Advantageously, the fresh input conducted into the cracking furnace which converts under mild cracking conditions comprises natural gas condensates or/and one or more cuts from a mineral oil refinery and/or synthetic and/or biogenic hydrocarbons and/or mixtures derived therefrom.

The fresh inputs used for the cracking furnace which converts under normal cracking conditions or/and the fresh inputs used for fresh input fractionation may be either gases or gas fractions, such as ethane, propane or butane, and corresponding mixtures and condensates, or liquid hydrocarbons and hydrocarbon mixtures. These gas mixtures and condensates comprise especially what are called natural gas condensates (natural gas liquids, NGL). The liquid hydrocarbons and hydrocarbon mixtures may originate, for example from what is called the gasoline fraction of crude oil.

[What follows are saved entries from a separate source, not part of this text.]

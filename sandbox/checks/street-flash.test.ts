import { describe, expect, it } from "vitest";
import { buildLayout, buildShow, buildSong, colour, fadeTo, off, on, pulse } from "../../tests/factories/small-show.ts";
import type { WrittenCue } from "../timeline/build.ts";
import { createCheckContext } from "./context.ts";
import { countStreetFlashes, findStreetFlashes } from "./street-flash.ts";

/** Two sides of ten fronts with a colour light each, and a tree. Lights 0 to 9 north, 10 to 19 south, 20 the tree. */
const layout = buildLayout([
  ...Array.from({ length: 10 }, () => ({ side: "north" as const, outlets: [{ kind: "colour" as const }] })),
  ...Array.from({ length: 10 }, () => ({ side: "south" as const, outlets: [{ kind: "colour" as const }] })),
  { side: null, outlets: [{ kind: "colour" as const }] },
]);
const NORTH = Array.from({ length: 10 }, (_, light) => light);
const SOUTH = NORTH.map((light) => light + 10);
const ALL = Array.from({ length: 21 }, (_, light) => light);

/** At 120 beats a minute unless said otherwise. */
const context = (cues: readonly WrittenCue[], tempo = 120) =>
  createCheckContext({ timeline: buildShow(layout, cues), layout, song: buildSong({}, { tempo }) });
const findings = (cues: readonly WrittenCue[], tempo?: number) =>
  findStreetFlashes(context(cues, tempo)).map(({ rule }) => rule);
const worst = (cues: readonly WrittenCue[], tempo?: number) =>
  countStreetFlashes(context(cues, tempo)).map((count) => count.worst);
const every = (step: number, action: (beat: number, turn: number) => WrittenCue | WrittenCue[]) =>
  Array.from({ length: Math.floor(32 / step) }, (_, turn) => action(turn * step, turn)).flat();

describe("shows that do not flash", () => {
  it("passes a sweep of single fronts, however fast", () => {
    expect(findings(every(0.25, (beat, turn) => pulse(beat, turn % 20, 1)))).toEqual([]);
    expect(worst(every(0.25, (beat, turn) => pulse(beat, turn % 20, 1)))).toEqual([0, 0, 0]);
  });
  it("passes the whole square pulsing on every beat: 2 a second", () => {
    expect(worst(every(1, (beat) => pulse(beat, ALL, 1)))).toEqual([2, 2, 2]);
    expect(findings(every(1, (beat) => pulse(beat, ALL, 1)))).toEqual([]);
  });
  it("passes two sides that take turns on the beat", () => {
    expect(findings(every(1, (beat, turn) => pulse(beat, turn % 2 ? NORTH : SOUTH, 1)))).toEqual([]);
  });
  it("passes slow breathing of everything", () => {
    expect(findings(every(4, (beat) => [fadeTo(beat, ALL, 90, 2), fadeTo(beat + 2, ALL, 20, 2)]))).toEqual([]);
  });
  it("passes sparkles of one light after another on sixteenths", () => {
    expect(findings(every(0.25, (beat, turn) => pulse(beat, (turn * 7) % 21, 0.5)))).toEqual([]);
  });
  it("passes quick changes of less than a tenth, and above 80 % (WCAG 2.2)", () => {
    // Levels 50 and 57 are Y .184 and .249; 93 and 100 are .829 and 1.
    expect(worst(every(0.25, (beat, turn) => on(beat, ALL, turn % 2 ? 57 : 50)))[0]).toBe(1);
    expect(worst(every(0.25, (beat, turn) => on(beat, ALL, turn % 2 ? 100 : 93)))[0]).toBe(1);
    expect(worst(every(0.25, (beat, turn) => on(beat, ALL, turn % 2 ? 100 : 85)))[0]).toBeGreaterThan(3);
  });
});

describe("shows that flash", () => {
  it("stops the whole square pulsing on half beats: 4 a second", () => {
    const found = findStreetFlashes(context(every(0.5, (beat) => pulse(beat, ALL, 0.5, undefined, 7))));
    expect(found.map(({ rule, severity }) => [rule, severity])).toEqual([["street-flash", "stop"]]);
    expect(found[0]).toMatchObject({ measured: { value: 4, limit: 3, unit: "flashes a second" }, lines: [7] });
    expect(found[0]?.sentence).toBe(
      "The north and south sides flash 4 times in one second in bar 1. More than 3 can harm people.",
    );
  });
  it("names every line that flashes too often, wherever in the show", () => {
    const cues = [0, 16].flatMap((from) =>
      Array.from({ length: 8 }, (_, turn) => pulse(from + turn / 2, NORTH, 0.5, undefined, from + 2)),
    );
    const [found] = findStreetFlashes(context(cues));
    expect(found).toMatchObject({ lines: [2, 18], measured: { value: 4 } });
    expect(found?.sentence).toMatch(/^The north side flashes 4 times in one second in bar 1\./);
  });
  it("stops two halves of a side that each pulse on the beat, half a beat apart", () => {
    const cues = every(1, (beat) => [pulse(beat, NORTH.slice(0, 5), 1), pulse(beat + 0.5, NORTH.slice(5), 1)]);
    expect(findings(cues)).toEqual(["street-flash"]);
  });
  it("stops different quarters that take turns on half beats", () => {
    expect(
      findings(
        every(0.5, (beat, turn) =>
          pulse(
            beat,
            [0, 1, 2].map((light) => ((turn % 3) * 3 + light) % 10),
            0.5,
          ),
        ),
      ),
    ).toEqual(["street-flash"]);
  });
  it("adds up lights within 20 ms, and not beyond (TRACE, 2024)", () => {
    // 20 ms are 0.04 beats at 120 a minute.
    const staggered = (gap: number) =>
      every(0.5, (beat) => NORTH.slice(0, 3).map((light) => pulse(beat + light * gap, light, 0.3)));
    expect(findings(staggered(0.019))).toEqual(["street-flash"]);
    expect(findings(staggered(0.06))).toEqual([]);
  });
  it("counts fades that go up and down four times a second", () => {
    expect(
      findings(every(0.5, (beat) => [fadeTo(beat, NORTH, 90, 0.25), fadeTo(beat + 0.25, NORTH, 10, 0.25)])),
    ).toEqual(["street-flash"]);
  });
  it("counts flashes of a saturated blue, which has little luminance", () => {
    expect(findings(every(0.5, (beat) => pulse(beat, NORTH, 0.5, 0x00_00_ff)))).toEqual(["street-flash"]);
  });
  it("counts a change between a bright and a dark colour", () => {
    expect(
      findings([on(0, NORTH), ...every(0.25, (beat, turn) => colour(beat, NORTH, turn % 2 ? 0xff_ff_00 : 0x00_00_ff))]),
    ).toEqual(["street-flash"]);
  });
  it("warns of sides that each keep the limit and exceed it together", () => {
    const cues = every(1, (beat) => [pulse(beat, NORTH, 1), pulse(beat + 0.5, SOUTH, 1)]);
    const found = findStreetFlashes(context(cues));
    expect(found.map(({ rule, severity }) => [rule, severity])).toEqual([["street-flash-all-sides", "warn"]]);
  });
});

describe("two houses that are each legal at two flashes a second (computed; changes within 20 ms are one by TRACE, 2024)", () => {
  const [LEFT, RIGHT] = [NORTH.slice(0, 5), NORTH.slice(5)];
  /** At 120 beats a minute: on for half a beat, off for half a beat. */
  const blink = (lights: readonly number[], later: number) =>
    every(1, (beat) => [on(beat + later, lights), off(beat + later + 0.5, lights)]).filter(
      ({ tick }) => tick < 31 * 960,
    );
  it("pass one by one, and in step", () => {
    expect(worst(blink(LEFT, 0))[0]).toBe(2);
    expect(worst([...blink(LEFT, 0), ...blink(RIGHT, 0)])[0]).toBe(2);
    // 20 ms are 0.04 beats.
    expect(worst([...blink(LEFT, 0), ...blink(RIGHT, 0.038)])[0]).toBe(2);
  });
  it("fail together when one is more than 20 ms late: four flashes a second in one view", () => {
    expect(worst([...blink(LEFT, 0), ...blink(RIGHT, 0.05)])[0]).toBe(4);
  });
  it("fail together in exactly opposite states, where the mean over the view would see nothing", () => {
    expect(worst([...blink(LEFT, 0), ...blink(RIGHT, 0.5)])[0]).toBe(4);
  });
});

describe("the limit", () => {
  it("lets three flashes a second pass and not the next faster tempo (WCAG 2.2, 2.3.1; 180 and 181 beats a minute)", () => {
    const onBeats = every(1, (beat) => pulse(beat, NORTH, 1));
    expect(worst(onBeats, 180)[0]).toBe(3);
    expect(worst(onBeats, 181)[0]).toBe(4);
  });
  it("takes a second as half-open: a fourth flash exactly one second later does not count (as cases f011 and c011 of the public test set)", () => {
    // At 60 beats a minute a beat is a second.
    const flashes = (last: number) => [0, 1 / 3, 2 / 3, last].map((beat) => pulse(beat, NORTH, 0.2));
    expect(worst(flashes(1), 60)[0]).toBe(3);
    expect(worst(flashes(29 / 30), 60)[0]).toBe(4);
  });
  it("takes a quarter of the lights in view as enough, and one less not", () => {
    const flash = (lights: number[]) => every(0.5, (beat) => [on(beat, lights), off(beat + 0.25, lights)]);
    // North and the tree are 11 lights: 3 are 27 %, 2 are 18 %.
    expect(worst(flash([0, 1, 2]))[0]).toBe(4);
    expect(worst(flash([0, 1]))[0]).toBe(0);
  });
  it("sees the tree from every side", () => {
    const cues = every(0.5, (beat) => pulse(beat, [0, 1, 20], 0.5));
    expect(findings(cues)).toEqual(["street-flash"]);
  });
  it("lets the pixels of a strip weigh as much as one light", () => {
    const strip = buildLayout([
      { side: "north", outlets: [40, ...Array.from({ length: 7 }, () => ({ kind: "colour" as const }))] },
    ]);
    const pixels = Array.from({ length: 40 }, (_, pixel) => pixel);
    const count = (lights: number[]) =>
      countStreetFlashes(
        createCheckContext({
          timeline: buildShow(
            strip,
            every(0.5, (beat) => pulse(beat, lights, 0.5)),
          ),
          layout: strip,
          song: buildSong(),
        }),
      )[0]?.worst;
    expect(count(pixels)).toBe(0);
    expect(count([...pixels, 40])).toBe(4);
  });
  it("reports a long run at the limit", () => {
    const found = findStreetFlashes(
      context(
        every(1, (beat) => pulse(beat, NORTH, 1)),
        179,
      ),
    );
    expect(found.map(({ rule }) => rule)).toEqual(["street-flash-long-run"]);
    expect(found[0]?.measured?.value).toBeCloseTo((31 * 60) / 179, 1);
  });
});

Such crude gasolines or naphthas (NT) and kerosene are mixtures of preferably saturated compounds having boiling points between 35 and 210° C. However, the invention is also advantageous in the case of use of middle distillates, atmospheric residues and/or mixtures derived therefrom from crude oil processing. Middle distillates comprise what are called light and heavy gas oils which can be used as starting materials for production of light heating and diesel oils and of heavy heating oil. The compounds present have boiling points of 180 to 360° C. They are preferably predominantly saturated compounds which can be converted in a thermal steamcracking operation. In addition, it is also possible to use fractions obtained by known distillative separation processes and corresponding residues, but also the use of fractions derived therefrom, for example by hydrogenation (hydrotreating) or hydrocracking. Examples are light, heavy and vacuum gas oil (atmospheric gas oil, AGO, or vacuum gas oil, VGO), and also mixtures and/or residues treated by the hydrogenation processes mentioned (hydrotreated vacuum gas oil, HVGO, hydrocracker residue, HCR, or unconverted oil, UCO).

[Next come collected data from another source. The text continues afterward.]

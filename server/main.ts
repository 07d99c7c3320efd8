import { rmSync } from "node:fs";
import { join } from "node:path";
import { destination } from "pino";
import { systemClock } from "./clock.ts";
import { type Config, parseConfig } from "./config.ts";
import { createLog } from "./log.ts";
import { isEmptyDatabase } from "./db/is-empty-database.ts";
import { DATABASE_FILE, startServer } from "./start-server.ts";

const EXIT_FAILED = 1;
const EXIT_BAD_CONFIG = 2;
const EXIT_PORT_TAKEN = 3;

const config = readConfig();
// The terminal's standard output is for people; machines read the log from standard error.
const log = createLog(config.logLevel, destination(2));
let welcome: string[] = [];
let isSeeding = false;

try {
  const server = await startServer(config, log, async ({ connection, runs }) => {
    if (!config.demoWorld || !isEmptyDatabase(connection.db)) return;
    console.log("Seeding the demo world, once ...");
    // Loaded only here: a server with its own world never needs it.
    const { seedDemoWorld } = await import("./db/seed/index.ts");
    isSeeding = true;
    welcome = await seedDemoWorld({ db: connection.db, clock: systemClock, runs, log });
    isSeeding = false;
  });
  printAddress(server.address);
  stopOnSignals(() => server.stop());
} catch (error) {
  fail(error);
}

function readConfig(): Config {
  try {
    return parseConfig(process.env);
  } catch (error) {
    console.error(error instanceof Error ? error.message : error);
    process.exit(EXIT_BAD_CONFIG);
  }
}

function printAddress(address: string): void {
  const rule = "-".repeat(72);
  const lines = [`Duskbell is at ${config.publicUrl ?? address}`, `Database: ${join(config.dataDir, DATABASE_FILE)}`];
  console.log([rule, ...lines, ...(welcome.length > 0 ? ["", ...welcome] : []), rule].join("\n"));
}

function stopOnSignals(stop: () => Promise<void>): void {
  let isStopping = false;
  const handleSignal = () => {
    // A second signal means "now".
    if (isStopping) process.exit(EXIT_FAILED);
    isStopping = true;
    stop().then(
      () => process.exit(0),
      (error: unknown) => {
        log.fatal({ err: error }, "stopping failed");
        process.exit(EXIT_FAILED);
      },
    );
  };
  process.on("SIGTERM", handleSignal);
  process.on("SIGINT", handleSignal);
}

function fail(error: unknown): never {
  const code = (error as { code?: unknown } | null)?.code;
  if (code === "EADDRINUSE") {
    console.error(`Port ${config.port} on ${config.host} is taken. Stop the other program, or set PORT to a free one.`);
    process.exit(EXIT_PORT_TAKEN);
  }
  // Half a demo world would be taken for a world of one's own at the next start.
  if (isSeeding)
    for (const end of ["", "-wal", "-shm"]) rmSync(join(config.dataDir, DATABASE_FILE + end), { force: true });
  console.error(`Duskbell could not start: ${error instanceof Error ? error.message : String(error)}`);
  log.fatal({ err: error }, "start failed");
  process.exit(EXIT_FAILED);
}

More particularly, the fresh inputs used are natural gas condensates and/or mineral oil fractions and/or mixtures derived therefrom.

Advantageously, the invention thus encompasses the use of hydrocarbon mixtures having a boiling range of up to 600° C. as the hydrocarbon input as fresh input for the hydrocarbon input which converts under normal cracking conditions. Within this overall range, it is also possible to use hydrocarbon mixtures having different boiling ranges, for example having boiling ranges of up to 360° C. or of up to 240° C. The reaction conditions in the cracking furnace are matched here to the hydrocarbon mixtures used in each case.

For instance, the invention can, however, also advantageously be used with any desired fresh inputs having comparable properties, for example biogenic or/and synthetic hydrocarbons.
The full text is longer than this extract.